The Clinton foreign policy team of Christopher, Albright, Lake and Berger, who demonstrated their ability to work harmoniously together throughout the campaign, faces some immediate hard choices affecting U.S. relations with Middle Eastern allies. Policy recommendations they prepared for candidate Clinton called for a more active U.S. policy in Bosnia and U.S. support of a U.N. rescue mission to Somalia. They also called for more support for Boris Yeltsin in Russia, use of trade sanctions to force China to reduce its human rights violations, and tougher trade negotiations with Japan.

"Distinguishing" Policies

They also called for a more sympathetic U.S. policy toward Israel. They know, however, that returning to the Reagan-era blatantly pro-Israel tilt in the Middle East would obviate Bush administration gains there, and very likely throw the area, and its relations with the United States, into chaos. Speaking off-the-record to reporters, Clinton aides say policies enunciated during the campaign were only to "distinguish" Clinton from Bush.

If so, the Clinton foreign policy appointees may be just the team to "conceptualize" an activist policy building upon the opportunities presented by the end of the Cold War and the accomplishments of previous administrations. On the other hand, exposure of the Steiner tape may end up affecting the appearance but not the substance of Clinton's Middle East policy.

He knows that his greatest problem as president will be to avoid the perception that he is paying back the special interests he relied upon to fund and staff his campaign.
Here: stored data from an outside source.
def y_face_fluxes(W, wall_nx, wall_ny, Gy, gamma, limiter, flux, hll_y, paths=None):
    """Fluxes through every y-face of the interior columns (hll_y as hll_x in x_face_fluxes); kernels chosen as
    there. The van Leer kernel takes the face rows with no wall near them (paths, face_paths.build of these wall
    normals; built here when not given) without reading the wall normals."""
    if uses_van_leer_sweeps(limiter, flux):
        fp = face_paths.build(wall_nx, wall_ny) if paths is None else paths
        _y_face_fluxes_van_leer(W, wall_nx, wall_ny, Gy, gamma, flux == FLUX_HLL, hll_y, fp.y_rows_plain)
    else:
        _y_face_fluxes_any(W, wall_nx, wall_ny, Gy, gamma, limiter, flux, hll_y)


#: A stencil of five cells whose largest pressure is more than this times its smallest, and
#: whose gas is compressed along it, holds a strong shock (about Mach 1.2 and up); common
#: practice, no source for the exact value.
SHOCK_PRESSURE_RATIO = 1.5


#: The limiter id of a face of a cell marked MARK_MINMOD (never a user's choice).
LIM_SHOCK_FACE = 15
#: Bits of the shock marks (hll_x, hll_y): the faces take HLL; the faces take the minmod limiter.
MARK_HLL, MARK_MINMOD = 1, 2
#: Slow shocks (MARK_MINMOD, see _slow_along), as fractions of the larger sound speed at the stencil ends: a
#: shock moving slower than SLOW_SHOCK_FRACTION against the grid, whose five cells' density changes summed without
#: their signs stay under SLOW_SHOCK_CHURN, and whose steady mass balance along the axis (the gas sliding along a
#: standing shock) stays under SLOW_SHOCK_SLIDE. Measured (tests/test_blunt_bodies.py docstring): the left shock
#: of Toro's Test 5 runs at 0.061 and stays van Leer's; the bow shock of a sphere at Mach 3 needs the marks within
#: the slide 0.1 (0.05 left it ringing). Common practice, no source for the values.
SLOW_SHOCK_FRACTION = 0.04
SLOW_SHOCK_CHURN = 0.08
SLOW_SHOCK_SLIDE = 0.1
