def load_sweep_file(text: str) -> tuple[SweepFile, Scenario]:
    """The sweep file and its scenario; SweepError naming the field if either is refused."""
    from pydantic import ValidationError

    path = Path(text) if text.endswith(".json") else SWEEP_DIR / f"{text}.json"
    try:
        doc = json.loads(path.read_text(encoding="utf-8"))
        spec = SweepFile.model_validate(doc)
    except OSError as err:
        raise SweepError(f"sweep file {str(path)!r} cannot be read: {err.strerror}") from None
    except json.JSONDecodeError as err:
        raise SweepError(f"sweep file {path.name}: not valid JSON: {err}") from None
    except ValidationError as err:
        first = err.errors(include_url=False)[0]
        where = ".".join(str(p) for p in first["loc"])
        raise SweepError(f"sweep file {path.name}: {where} = {first.get('input')!r} is not allowed: "
                         f"{first['msg']}") from None
    return spec, resolve_scenario_ref(spec.scenario, path.parent)


def resolve_scenario_ref(ref: str, base_dir: Path | None = None) -> Scenario:
    """A built-in scenario name, or a scenario JSON file (relative to base_dir if given)."""
    if not ref.endswith(".json") and ref in builtin_names():
        return load_builtin(ref)
    path = Path(ref)
    if base_dir is not None and not path.is_absolute() and not path.exists():
        path = base_dir / path
    if not ref.endswith(".json") and not path.exists():
        raise SweepError(f"scenario {ref!r} is not allowed: not a file, and the built-ins are "
                         + ", ".join(builtin_names()))
    return load_scenario(path)


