def nozzle(name: str, description: str, ambient: dict, initial: dict, end_time_s: float,
           x_max_m: float = 0.24, y_max_m: float = 0.06, nx: int = 320) -> dict:
    contour, x_t, x_e = nozzle_contour()
    top = y_max_m + 0.01
    wall = contour + [(r6(x_e), top), (-0.01, top), (-0.01, CHAMBER_R_M)]
    dx = (x_max_m - 0.0) / nx
    return {
        "name": name,
        "description": description,
        "gas": {"preset": "hot products", "gamma": HOT_PRODUCTS.gamma,
                "molar_mass_kg_kmol": HOT_PRODUCTS.molar_mass_kg_kmol},
        "mode": "axisymmetric",
        "domain": {"x_min_m": 0.0, "x_max_m": x_max_m, "y_min_m": 0.0, "y_max_m": y_max_m, "nx": nx},
        "edges": {"left": "wall", "right": "open", "bottom": "axis", "top": "ambient"},
        "sketch": {"mirror": "none", "shapes": [
            {"kind": "polygon", "points_m": [list(p) for p in wall], "paints": "wall"},
            {"kind": "rectangle", "corner_a_m": [0.0, 0.0], "corner_b_m": [0.004, CHAMBER_R_M], "paints": "reservoir"},
        ]},
        "conditions": {"reservoir": {"p0_pa": 1.5e6, "t0_k": 3000.0},
                       "stream": {"mach": 0.0, "angle_deg": 0.0, **SEA_LEVEL},
                       "ambient": ambient},
        "initial": initial,
        "stations": [
            # Throat and exit stations run from the axis into the wall: samples in wall cells count for nothing,
            # so the whole open column is integrated at any resolution (a station stopping short of the wall
            # would miss the outer ring of cells: 10 % of the area at 10 cells per throat radius).
            {"name": "throat", "start_m": [r6(x_t), 0.0], "end_m": [r6(x_t), r6(THROAT_R_M + STATION_INTO_WALL_M)],
             "role": "throat"},
            {"name": "exit", "start_m": [r6(x_e - 0.75 * dx), 0.0],
             "end_m": [r6(x_e - 0.75 * dx), r6(EXIT_R_M + STATION_INTO_WALL_M)], "role": "exit"},
            {"name": "plume", "start_m": [r6(x_e + 0.06), 0.0], "end_m": [r6(x_e + 0.06), r6(y_max_m - dx)], "role": None},
        ],
        "probes": [
            {"name": "chamber", "x_m": 0.015, "y_m": 0.005},
            {"name": "exit lip", "x_m": r6(x_e + 0.005), "y_m": r6(EXIT_R_M)},
            {"name": "plume axis", "x_m": r6(x_e + 0.04), "y_m": 0.001},
        ],
        "numerics": {"order": 2, "limiter": "van_leer_shock_minmod", "flux": "hllc", "cfl": 0.4, "integrator": "ssp_rk2"},
        "end_time_s": end_time_s,
    }


def nozzle_scenarios() -> list[dict]:
    _, x_t, _ = nozzle_contour()
    g = HOT_PRODUCTS.gamma
    pe = 1.5e6 * float(relations.exit_pressure_ratio(AREA_RATIO, g))
    common = (f"Chamber at 15 bar and 3000 K of 'hot products' (gamma 1.2, 22 kg/kmol), 20 mm throat, "
              f"rounded throat (radius of curvature 2 throat radii), 15 degree conical divergent section, "
              f"area ratio 4 (ideal exit Mach {relations.mach_from_area_ratio(AREA_RATIO, g, supersonic=True):.2f}, "
              f"ideal exit pressure {pe / 1e3:.0f} kPa). The gas outside is the same gas at the ambient state "
              "(one gas only). ")
    start = {"kind": "reservoir_upstream_of_x", "x_m": r6(x_t - 0.004)}
    return [
        nozzle("nozzle_sea_level",
               "Over-expanded nozzle into sea-level air. " + common +
               "Look for: the exit pressure below ambient, oblique shocks from the lip that cross on the axis "
               "(a small Mach disc may form) and repeat as a chain of shock cells in the plume; the sonic line "
               "bowed across the rounded throat; mass flow at the throat against the choked-flow formula and "
               "the thrust coefficient against ideal 1D theory in the nozzle report. " + ILLUSTRATIVE,
               dict(SEA_LEVEL), start, 0.003),
        nozzle("nozzle_high_altitude",
               "The same nozzle at about 12 km altitude (International Standard Atmosphere: 19.4 kPa, 216.65 K): "
               "under-expanded. "
               + common +
               "Look for: the plume ballooning out past the exit lip through a fan of expansion waves, the "
               "barrel shock forming inside the plume, and a higher thrust coefficient than at sea level. "
               + ILLUSTRATIVE,
               {"p_pa": 19400.0, "t_k": 216.65}, start, 0.003),
        nozzle("nozzle_start_up",
               "Nozzle start-up: the chamber is full and a diaphragm just upstream of the throat bursts at t = 0. "
               + common +
               "Look for: the starting shock running down the divergent section with the contact surface behind "
               "it, leaving the exit after a few tens of microseconds; the nozzle then runs full with the exit "
               "Mach near the area-Mach value and the plume settles into the sea-level pattern. "
               "Use step and pause; the whole start is over in about 0.1 ms. " + ILLUSTRATIVE,
               dict(SEA_LEVEL), start, 0.0003),
    ]


# ----------------------------------------------------------------------------- planar problems

def air() -> dict:
    return {"preset": "air", "gamma": AIR.gamma, "molar_mass_kg_kmol": AIR.molar_mass_kg_kmol}


def numerics(cfl: float = 0.4) -> dict:
    return {"order": 2, "limiter": "van_leer_shock_minmod", "flux": "hllc", "cfl": cfl, "integrator": "ssp_rk2"}


def shock_tube() -> dict:
    return {
        "name": "shock_tube_reflection",
        "description": (
            "Planar shock tube, 1 m long, closed at both ends; a diaphragm at x = 0.4 m separates air at 10 bar "
            "(driver, left) from air at 1 bar (driven, right), both at 300 K. Look for: the incident shock, the "
            "contact surface and the rarefaction leaving the diaphragm; the shock reflecting off the closed right "
            "end and running back into the gas it has already set moving, leaving still gas at a higher pressure "
            "at the end wall (probe 'end wall'); later the reflected shock meeting the contact surface. "
            + "The tube is a few cells high: the flow is one-dimensional. " + ILLUSTRATIVE),
        "gas": air(),
        "mode": "planar",
        "domain": {"x_min_m": 0.0, "x_max_m": 1.0, "y_min_m": 0.0, "y_max_m": 0.02, "nx": 400},
        "edges": {"left": "wall", "right": "wall", "bottom": "wall", "top": "wall"},
        "sketch": {"mirror": "none", "shapes": []},
        "conditions": {"reservoir": {"p0_pa": 1.0e6, "t0_k": 300.0},
                       "stream": {"mach": 0.0, "angle_deg": 0.0, **SEA_LEVEL},
                       "ambient": {"p_pa": 1.0e5, "t_k": 300.0}},
        "initial": {"kind": "reservoir_upstream_of_x", "x_m": 0.4},
        "stations": [{"name": "mid tube", "start_m": [0.7, 0.0], "end_m": [0.7, 0.02], "role": None}],
        "probes": [{"name": "end wall", "x_m": 0.995, "y_m": 0.01},
                   {"name": "mid tube", "x_m": 0.7, "y_m": 0.01}],
        "numerics": numerics(),
        "end_time_s": 0.0016,
    }
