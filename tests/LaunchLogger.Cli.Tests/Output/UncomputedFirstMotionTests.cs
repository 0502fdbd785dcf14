using LaunchLogger.Cli.Output;
using LaunchLogger.Decoding.Metrics;
using LaunchLogger.Decoding.Reporting;
using LaunchLogger.Tests.Shared;

namespace LaunchLogger.Cli.Tests.Output;

/// <summary>A first motion that could not be computed (not a number) is said in words on the
/// report table, never printed as "NaN".</summary>
public class UncomputedFirstMotionTests
{
    [Fact]
    public void The_table_says_not_found_for_a_first_motion_that_is_not_a_number()
    {
        RunReport run = UncomputedRun.FirstMotionNotANumber();
        using var output = new StringWriter();
        ReportTableWriter.Write(new ReportDocument { ToolVersion = "test", Source = "test", Runs = [run] }, output, DisplayUnits.Imperial);

        string line = output.ToString().Split('\n').Single(l => l.StartsWith("First motion", StringComparison.Ordinal));
        Assert.Contains("not found", line, StringComparison.Ordinal);
        Assert.DoesNotContain("NaN", output.ToString(), StringComparison.Ordinal);
    }
}
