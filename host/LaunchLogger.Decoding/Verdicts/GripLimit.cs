using System.Globalization;
using LaunchLogger.Decoding.Analysis;
using LaunchLogger.Decoding.Braking;

namespace LaunchLogger.Decoding.Verdicts;

/// <summary>Why a stop is taken to have been at the tyres' grip limit, so that its deceleration
/// shows the grip available and may bound the launches.</summary>
/// <param name="Basis">A stable snake_case name: <c>named_reference</c>, <c>wheel_slide</c> or
/// <c>deceleration_plateau</c>.</param>
/// <param name="Text">What was found, for people.</param>
public sealed record GripEvidence(string Basis, string Text);

/// <summary>Decides whether a stop was made at the grip limit. A stop short of the limit (a
/// gentle stop at the end of a run) shows only what the driver asked for, not what the tyres
/// could give, and bounds nothing.</summary>
public static class GripLimit
{
    /// <summary>The basis of a stop the user named as a braking reference.</summary>
    public const string NamedReference = "named_reference";

    /// <summary>The basis of a stop in which a wheel was seen sliding (ABS cycling or a lock).</summary>
    public const string WheelSlide = "wheel_slide";

    /// <summary>The basis of a stop whose deceleration held a flat top at a level only the grip limit gives.</summary>
    public const string DecelerationPlateau = "deceleration_plateau";

    /// <summary>Assesses the stop of <paramref name="analysis"/>; null when it has none or the
    /// stop shows no sign of having reached the grip limit.</summary>
    /// <param name="analysis">The run.</param>
    /// <param name="namedByUser">The user named this stop as the braking reference.</param>
    /// <param name="limits">Thresholds; <see cref="VerdictLimits.Default"/> when null.</param>
    public static GripEvidence? Assess(RunAnalysis analysis, bool namedByUser, VerdictLimits? limits = null)
    {
        ArgumentNullException.ThrowIfNull(analysis);
        limits ??= VerdictLimits.Default;
        if (analysis.Braking is not { } stop)
        {
            return null;
        }

        if (namedByUser)
        {
            return new GripEvidence(NamedReference, "named by the user as a stop at the grip limit");
        }

        double slid = analysis.Reconstruction.BrakingSlideWindows
            .Sum(w => Math.Max(0, Math.Min(w.EndS, stop.StandstillS) - Math.Max(w.StartS, stop.OnsetS.Value)));
        if (slid > 0)
        {
            return new GripEvidence(WheelSlide, Invariant($"a wheel slid (ABS cycling or a lock) for {slid:0.00} s of the stop"));
        }

        // A flat top: the fully developed deceleration is high and the peak barely stands above
        // it, as when the tyres, not the pedal, set the deceleration.
        if (stop.MfddMps2 is { } mfdd && mfdd >= limits.GripPlateauMps2 && stop.PeakDecelMps2 <= limits.GripPlateauPeakRatio * mfdd)
        {
            return new GripEvidence(DecelerationPlateau, Invariant($"the deceleration held a plateau of {mfdd:0.00} m/s² (peak {stop.PeakDecelMps2:0.00} m/s²)"));
        }

        return null;
    }

    /// <summary>The bound from the stop at the grip limit that shows the most grip: stops the
    /// user named (<paramref name="references"/>) and stops among <paramref name="runs"/> with
    /// evidence of the limit; null when no stop qualifies.</summary>
    public static TractionBound? BestBound(IEnumerable<RunAnalysis> runs, IEnumerable<RunAnalysis>? references = null, VerdictLimits? limits = null)
    {
        ArgumentNullException.ThrowIfNull(runs);
        return Best((references ?? []).Select(r => Candidate(r, namedByUser: true, limits)).Concat(runs.Select(r => Candidate(r, namedByUser: false, limits))));
    }

    /// <summary>The bound the stop of <paramref name="analysis"/> would set, or null when it has
    /// no stop at the grip limit: all a session needs to keep of a run for its bound.</summary>
    /// <param name="analysis">The run.</param>
    /// <param name="namedByUser">The user named this stop as the braking reference.</param>
    /// <param name="limits">Thresholds; <see cref="VerdictLimits.Default"/> when null.</param>
    public static TractionBound? Candidate(RunAnalysis analysis, bool namedByUser, VerdictLimits? limits = null) =>
        Assess(analysis, namedByUser, limits) is { } evidence && analysis.Braking is { } b
            ? new TractionBound(analysis.Run.Source, b.MeanDecelMps2, b.TractionBound0To60S, b.TractionBound0To100KmhS, evidence.Basis, evidence.Text)
            : null;

    /// <summary>Of the candidates (<see cref="Candidate"/>; nulls skipped), the one with the
    /// highest mean deceleration, the first of equals.</summary>
    public static TractionBound? Best(IEnumerable<TractionBound?> candidates)
    {
        ArgumentNullException.ThrowIfNull(candidates);
        TractionBound? best = null;
        foreach (TractionBound? candidate in candidates)
        {
            if (candidate is not null && (best is null || candidate.MeanDecelMps2 > best.MeanDecelMps2))
            {
                best = candidate;
            }
        }

        return best;
    }

    private static string Invariant(FormattableString s) => s.ToString(CultureInfo.InvariantCulture);
}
Just as he visibly distanced himself from Jesse Jackson during his campaign, but wooed Black voters directly, he may only be putting some visible space between himself and the AIPAC leaders who are claiming public credit for 60 percent of his campaign funding.

That does not preclude Clinton from working through more moderate and dovish American Jews, however. Or he may deal directly with Israeli Prime Minister Yitzhak Rabin to give Israel whatever it wants, and thus woo mainstream U.S. Jewish journalists, donors and voters.

If the latter is Clinton's strategy, Warren Christopher may find he is just a hired hand. His job would be to satisfy a constituency that boasts it played the key role in the early funding and staffing of Clinton's come-from-behind presidential campaign, and that it can do the same thing again, for Clinton or for a rival, in 1996.